A team of scientists at LMU Munich have developed Pattern-Exploiting Training (PET), a deep-learning training technique for natural language processing (NLP) models. Using PET, the team trained a Transformer NLP model with 223M parameters that out-performed the 175B-parameter GPT-3 by over 3 percentage points on the SuperGLUE benchmark.
PhD student Timo Schick and professor Hinrich Schütze of the university's Center for Information and Language Processing described their process and experimental results in a paper published on arXiv. PET is a technique for fine-tuning a pre-trained language model that generates additional "soft-labeled" training data from unlabeled examples. This helps the model improve performance in "few-shot" scenarios, such as NLP benchmarks which have very few labeled examples for fine-tuning. Using PET, the researchers fine-tuned an ALBERT Transformer model and achieved an average score of 76.8 on the SuperGLUE benchmark, compared to GPT-3's 71.8.
Supervised machine learning often requires large datasets to perform well on tasks such as computer vision or NLP. However, labeling these large datasets can be time-consuming and expensive, as it requires human workers to manually identify objects in images or rate a sentence's sentiment. For NLP tasks, many researchers have turned to transfer learning, where a large model is pre-trained via self-supervised learning on a large unlabeled dataset, such as the contents of Wikipedia. Once a model is pre-trained, it can be "fine-tuned" for a specific task, such as sentiment analysis, using supervised learning on a much smaller labeled dataset. Most state-of-the-art NLP results are achieved by fine-tuning a pre-trained Transformer model.

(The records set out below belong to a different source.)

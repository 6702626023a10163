package org.ringsweep.runner.cli;

import static org.junit.jupiter.api.Assertions.assertEquals;
import static org.junit.jupiter.api.Assertions.assertTrue;

import com.fasterxml.jackson.databind.JsonNode;
import java.io.IOException;
import java.nio.file.Files;
import java.nio.file.Path;
import java.util.List;
import org.junit.jupiter.api.Test;
import org.junit.jupiter.api.io.TempDir;
import org.ringsweep.runner.netlist.DemoBoard;
import org.ringsweep.runner.testing.Ngspice;

/** The whole demo board through the command line: import → screen → check, and bad netlists. */
class ImportScreenCheckTests {
    @TempDir
    Path tmp;

    @Test
    void importsScreensAndChecksTheDemoBoardEndToEnd() {
        Path nets = tmp.resolve("nets");
        CliRun imported = CliRun.of("import", DemoBoard.file("kestrel-fc2-metric.ipc").toString(),
                "--board", DemoBoard.file("board.yaml").toString(), "--out", nets.toString());
        assertEquals(0, imported.exitCode(), imported.err());
        assertTrue(imported.out().contains("made 7 net file(s)"), imported.out());
        assertTrue(imported.out().contains("TP4      TP4.1"), imported.out());
        assertTrue(imported.out().contains("joined from SCK_MCU + SPI0_SCK"), imported.out());

        CliRun screened = CliRun.of("screen", "--json", nets.toString());
        assertEquals(0, screened.exitCode(), screened.err());
        List<JsonNode> records = screened.records();
        assertEquals(7, records.size());
        for (int i = 0; i < records.size(); i++) {
            assertEquals("ringsweep/screen-1", records.get(i).get("format").asText());
            assertEquals(i + 1, records.get(i).get("rank").asInt());
        }
        // TRIG_OUT: 12 ohm driver, no termination, about 113 mm x 1.2 of 50 ohm line with a 1 ns edge:
        // TD/tr > 1/2, a transmission line by the J&G/MECL rule (lines-and-terminations.md §3).
        JsonNode trig = records.stream().filter(r -> r.get("net").asText().equals("TRIG_OUT")).findFirst().orElseThrow();
        assertEquals("transmission line", trig.get("class").asText());
        assertEquals("transmission line", records.get(0).get("class").asText());
        assertEquals("lumped", records.get(records.size() - 1).get("class").asText());

        CliRun table = CliRun.of("screen", nets.toString());
        assertEquals(0, table.exitCode());
        assertTrue(table.out().contains("Johnson & Graham"), table.out());

        Ngspice.require();
        CliRun checked = CliRun.of("check", nets.toString(), "--out", tmp.resolve("out").toString());
        // TRIG_OUT rings far past the rails (lines-and-terminations.md §2 Ex. 1: an unterminated
        // 15 ohm source peaks at 1.54 x VDD), so the batch fails with exit code 1.
        assertEquals(1, checked.exitCode(), checked.err());
        String out = checked.out();
        int summary = out.indexOf("Summary by net, worst first");
        assertTrue(summary > 0, out);
        String[] rows = out.substring(summary).split("\n");
        assertTrue(rows[2].startsWith("TRIG_OUT") && rows[2].contains("FAIL"), rows[2]);
        assertEquals(7 + 2, java.util.Arrays.stream(rows).takeWhile(l -> !l.isBlank()).count());
    }

    @Test
    void aMalformedNetlistLineIsAnInputErrorNamingFileAndLine() throws IOException {
        Path bad = tmp.resolve("bad.ipc");
        Files.writeString(bad, String.join("\n", "P  UNITS CUST 0",
                "327SCK_MCU          U1    -14         A01X+010000Y+011000X0600Y0600R000 S0",
                "327SCK_MCU          R5    -1          A01X+01O000Y+011000X0600Y0600R000 S0", "999", ""));
        CliRun r = CliRun.of("import", bad.toString(), "--board", DemoBoard.file("board.yaml").toString(),
                "--out", tmp.resolve("nets").toString());
        assertEquals(ExitCodes.INPUT, r.exitCode());
        assertTrue(r.err().contains(bad + ":3:42: malformed X coordinate `X+01O000`"), r.err());
        assertTrue(!r.err().contains("Exception"), r.err());
    }

    @Test
    void aBadValueInTheBoardFileIsAnInputErrorAndNoFileIsLeft() throws IOException {
        Path board = tmp.resolve("board.yaml");
        Files.writeString(board, Files.readString(DemoBoard.file("board.yaml")).replace("rise: 3ns", "rise: 3pF")
                .replace("lengths: lengths.csv", "lengths: " + DemoBoard.file("lengths.csv")));
        Path nets = tmp.resolve("nets");
        CliRun r = CliRun.of("import", DemoBoard.file("kestrel-fc2.ipc").toString(), "--board", board.toString(), "--out", nets.toString());
        assertEquals(ExitCodes.INPUT, r.exitCode());
        assertTrue(r.err().contains("SENSOR_INT_FROM_ACCELEROMETER_U11"), r.err());
        assertTrue(r.err().contains("`3pF`"), r.err());
        assertTrue(!Files.exists(nets.resolve("SENSOR_INT_FROM_ACCELEROMETER_U11.yaml")));
    }

    @Test
    void aCsvPinListImportsLikeTheIpcFileOfTheSameBoard() throws IOException {
        // kestrel-fc2-pins.csv places SPI0_SCK and SPI0_CS_FLASH where kestrel-fc2.ipc does (in mm and mil).
        Path fromCsv = tmp.resolve("csv");
        Path fromIpc = tmp.resolve("ipc");
        String board = DemoBoard.file("board.yaml").toString();
        CliRun csv = CliRun.of("import", DemoBoard.file("kestrel-fc2-pins.csv").toString(), "--board", board, "--out", fromCsv.toString());
        assertEquals(0, csv.exitCode(), csv.err());
        assertTrue(csv.out().contains("csv netlist, 8 pin(s) on 3 net(s)"), csv.out());
        assertEquals(0, CliRun.of("import", DemoBoard.file("kestrel-fc2.ipc").toString(), "--board", board, "--out", fromIpc.toString()).exitCode());
        for (String net : List.of("SPI0_SCK.yaml", "SPI0_CS_FLASH.yaml")) {
            String a = Files.readString(fromCsv.resolve(net));
            String b = Files.readString(fromIpc.resolve(net));
            assertEquals(b.substring(b.indexOf("format:")), a.substring(a.indexOf("format:")), net);
        }
    }

    @Test
    void theTopLevelHelpListsImportAndScreen() {
        CliRun r = CliRun.of("--help");
        assertTrue(r.out().contains("import") && r.out().contains("screen"), r.out());
    }
}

Few-shot learning is a scenario related to fine-tuning that tests a model's ability to generalize to new tasks, given only a few examples of that task---often fewer than one hundred, sometimes as few as one ("one-shot") or even none ("zero-shot"). OpenAI's 175B-parameter GPT-3 showed that a large pre-trained model could perform well in few-shot learning scenarios, without even fine-tuning the model's parameters; instead, updating the model's internal state or "context" with a textual description of the task along with text examples was sufficient to produce "near state-of-the-art results" with only 32 examples. However, Schick and Schütze point out some drawbacks of this strategy: limits on the context size restrict the number of examples that can be used, and more importantly, it relies on a model that is so large it is "usable in many real-world scenarios."
In order to achieve similar performance with a smaller model, the researchers have developed PET, a semi-supervised training technique that generates additional training data from the few-shot examples. PET works by first converting the input examples into cloze-style phrases. These are used to fine-tune an ensemble of language models which are then used to annotate a large unlabeled dataset to produce a "soft-labeled" dataset. The final model is then fine-tuned on the soft-labeled data. Applying PET to the SuperGLUE datasets, the team created a soft-labeled dataset called FewGLUE, which they used to fine-tune an ALBERT model that exceeded GPT-3's few-shot performance on the SuperGLUE benchmark.
Lead author Schick answered several questions about the work in discussions on Reddit. Commenters noted that although PET produced better results for NLP benchmarks, GPT-3 appeared more flexible. Schick agreed that:
GPT-3 certainly is much better than our approach at generating long sequences of text (e.g., summarization or machine translation).
Schick and Schütze have open-sourced their PET code and FewGLUE dataset on GitHub.